Hi there all i hope someone can help me with this little problem i am experiencing. I recently got some twisted ss316 coils from a friend and popped them into my ammit dual coil... i used cotton bacon and the wick is nice and tight. reading at 0.18ohm i have tried different wattages and i get a lot of juice popping and spitting i have tried temperature mode... same story. I know i must be doing something wrong as i am quite new to building. I previously had some leaking issues but that is sorted now that i use more cotton. Any advice would be greatly apreciated.


----------



## Christos (7/9/17)

Shifty said:


> Hi there all i hope someone can help me with this little problem i am experiencing. I recently got some twisted ss316 coils from a friend and popped them into my ammit dual coil... i used cotton bacon and the wick is nice and tight. reading at 0.18ohm i have tried different wattages and i get a lot of juice popping and spitting i have tried temperature mode... same story. I know i must be doing something wrong as i am quite new to building. I previously had some leaking issues but that is sorted now that i use more cotton. Any advice would be greatly apreciated.


I've never managed to tame twisted wire...
You can try even more cotton I. E. Very tight but my experience with twisted wire is also lots of spitting.

Reactions: Like 1


----------



## Shifty (7/9/17)

Thank you @Christos i think i will avoid them in future not a very enjoyable experience

Reactions: Like 1


----------



## Tank88 (7/9/17)

I would recommend maybe using Ni80 aliens or fused Clapton. I'm using Coil Company aliens in mine and I've never experienced any spitting and the flavour is insane.


----------



## Shifty (7/9/17)

Tank88 said:


> I would recommend maybe using Ni80 aliens or fused Clapton. I'm using Coil Company aliens in mine and I've never experienced any spitting and the flavour is insane.

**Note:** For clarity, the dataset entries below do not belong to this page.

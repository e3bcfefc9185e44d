"""From a result and a plan to the content of a report."""

from __future__ import annotations

import datetime
from dataclasses import dataclass
from pathlib import Path

import numpy as np

from unturn.errors import UsageError
from unturn.io import ResultFile, open_result
from unturn.pictures.plan import Plan
from unturn.pipeline import Computed
from unturn.report.content import Beyond, Content, FileRecord, element_of, extremes_of
from unturn.report.drawing import draw_pictures
from unturn.report.over_steps import over_steps
from unturn.report.plots import check_plotting
from unturn.report.side import side_of
from unturn.report.versus import compare_with
from unturn.result import Result
from unturn.statistics import statistics
from unturn.summary import Summary, leading
from unturn.verdicts.check import check_result
from unturn.verdicts.finding import InputFile, Report, hashed_file
from unturn.verdicts.inputs import hashed_inputs
from unturn.verdicts.read_limits import read_limits
from unturn.verdicts.wording import short_name


@dataclass(frozen=True)
class Request:
    """What a report is made of and how it came about.

    Attributes
    ----------
    opened, result, step
        The result: all of it, and the step that is reported with its zero-based number.
    plan
        What the report says.
    plan_path
        Where the plan lies; None for one that was made here.
    command
        The command line, for the record.
    date
        Of the report; waivers of limits are judged on it.
    threads
        None: all processors.
    """

    opened: ResultFile
    result: Result
    step: int
    plan: Plan
    plan_path: Path | None
    command: str
    date: datetime.date
    threads: int | None = None

    def beside(self, name: str) -> Path:
        """Return a file that the plan names: relative to the plan."""
        return Path(name) if self.plan_path is None else self.plan_path.parent / name

    @property
    def named(self) -> list[Path]:
        """The plan and every file that it names."""
        wish = self.plan.report
        named = [self.beside(n) for n in (wish.limits, wish.reference, wish.tolerances) if n]
        return named if self.plan_path is None else [self.plan_path, *named]


def gather(request: Request) -> Content:
    """Return the content of a report.

    Raises
    ------
    UsageError
        The plan asks for something that does not exist.
    InputError
        A result cannot be used.
    MissingExtraError
        No graphics library, or no plotting library.
    """
    plan, wish = request.plan, request.plan.report
    opened = request.opened
    series = wish.steps and opened.steps is not None and len(opened.steps) > 1
    if series:
        check_plotting()
    side = side_of(opened, request.result, plan, request.threads)
    pictures = draw_pictures(side, plan)
    limits = _limits(opened, request) if wish.limits else None
    versus = None
    if wish.reference:
        reference = open_result(request.beside(wish.reference))
        old = reference.read(_same_step(reference, request.step, opened))
        base = side_of(reference, old, plan, request.threads)
        tolerances = request.beside(wish.tolerances) if wish.tolerances else None
        versus = compare_with(side, base, plan, tolerances)
    return Content(
        wish,
        plan.title or f"Strain in {short_name(opened.path)}",
        request.date,
        request.command,
        tuple(_files(request)),
        side.summary,
        tuple(extremes_of(side.summary)),
        tuple(_beyond(side.computed, side.summary)),
        tuple(pictures),
        limits,
        versus,
        over_steps(opened, plan, side.summary, request.threads) if series else None,
    )


def _same_step(reference: ResultFile, step: int, opened: ResultFile) -> int:
    """Return the step of the reference: the last for the last, else the one of the same number."""
    if reference.steps is None:
        return 0
    n, last = len(reference.steps), 1 if opened.steps is None else len(opened.steps)
    if step == last - 1:
        return n - 1
    if step >= n:
        raise UsageError(
            f"{reference.path}: the reference has steps 0 to {n - 1}, and no step {step} to compare with."
        )
    return step


def _limits(opened: ResultFile, request: Request) -> Report:
    """Return the verdicts on the limits."""
    path = request.beside(request.plan.report.limits)
    limits = read_limits(path)
    group = opened.path
    checked = check_result(opened, limits, group, today=request.date, threads=request.threads)
    settings = {
        "title": limits.title,
        "limits": limits.written,
        "today": request.date.isoformat(),
        **limits.settings,
    }
    return Report("check", checked.findings, (hashed_file("limits", path),), settings=settings)


def _files(request: Request) -> list[FileRecord]:
    """Return the records of every file behind the report."""
    wish = request.plan.report
    inputs: list[InputFile] = [*hashed_inputs("result", request.opened.path)]
    if request.plan_path is not None:
        inputs.append(hashed_file("plan", request.plan_path))
    for role in ("limits", "tolerances"):
        if name := getattr(wish, role):
            inputs.append(hashed_file(role, request.beside(name)))
    if wish.reference:
        inputs += hashed_inputs("reference", request.beside(wish.reference))
    return [_record(i) for i in inputs]


def _record(file: InputFile) -> FileRecord:
    try:
        found = Path(file.path).stat()
    except OSError:  # several files that are one record
        return FileRecord(file.role, file.path, file.sha256, None, None)
    changed = datetime.datetime.fromtimestamp(found.st_mtime, datetime.UTC)
    return FileRecord(file.role, file.path, file.sha256, found.st_size, f"{changed:%Y-%m-%d %H:%M:%S} UTC")


def _beyond(computed: Computed, summary: Summary) -> list[Beyond]:
    """Return what is computed and in no region of the report, with its peak, the highest dimension first."""
    d = computed.fields.diagnostics
    assert d is not None
    rest = d.dimension > 0
    for region in summary.regions:
        mine = region.region.cells
        rest[mine[d.dimension[mine] == d.dimension[mine].max()]] = False
    name = leading(summary.regions[0])
    fixed = {"principal_strain_1": d.principal[:, 0], "angle_of_turn": d.angle}
    values = fixed[name] if name in fixed else computed.fields.arrays[name]
    found = []
    for dimension in sorted(set(d.dimension[rest].tolist()), reverse=True):
        cells = np.flatnonzero(rest & (d.dimension == dimension))
        peak = statistics(values, d.volume, cells, ())
        if not peak.count:  # they are told as cells without a value
            continue
        unit = "radian" if name == "angle_of_turn" else "strain"
        where = element_of(summary, peak.at_maximum)
        found.append(Beyond(dimension, peak.count, name, peak.maximum, peak.at_maximum, where, unit))
    return found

Thank you @Tank88 i will try that 

Sent from my ALE-L21 using Tapatalk

Reactions: Like 1


----------



## SarushanP (8/9/17)

Shifty said:


> Hi there all i hope someone can help me with this little problem i am experiencing. I recently got some twisted ss316 coils from a friend and popped them into my ammit dual coil... i used cotton bacon and the wick is nice and tight. reading at 0.18ohm i have tried different wattages and i get a lot of juice popping and spitting i have tried temperature mode... same story. I know i must be doing something wrong as i am quite new to building. I previously had some leaking issues but that is sorted now that i use more cotton. Any advice would be greatly apreciated.



Hi Shifty,
I've got Ammit 25, the single coil tank. I'm using a triple twisted 26g kanthal build that ohms out at around 0.5... when I fill up the tank i tend to get a little spit back. What I've found helps for me, if that happens, is when i go to fire the mod i exhale instead of inhaling, you should see vapor coming out the airflow holes... After that i take a drag and no more spit back... You can maybe try that and see if it helps?


----------



## Shifty (8/9/17)

Cool thank you @SarushanP

Sent from my ALE-L21 using Tapatalk


----------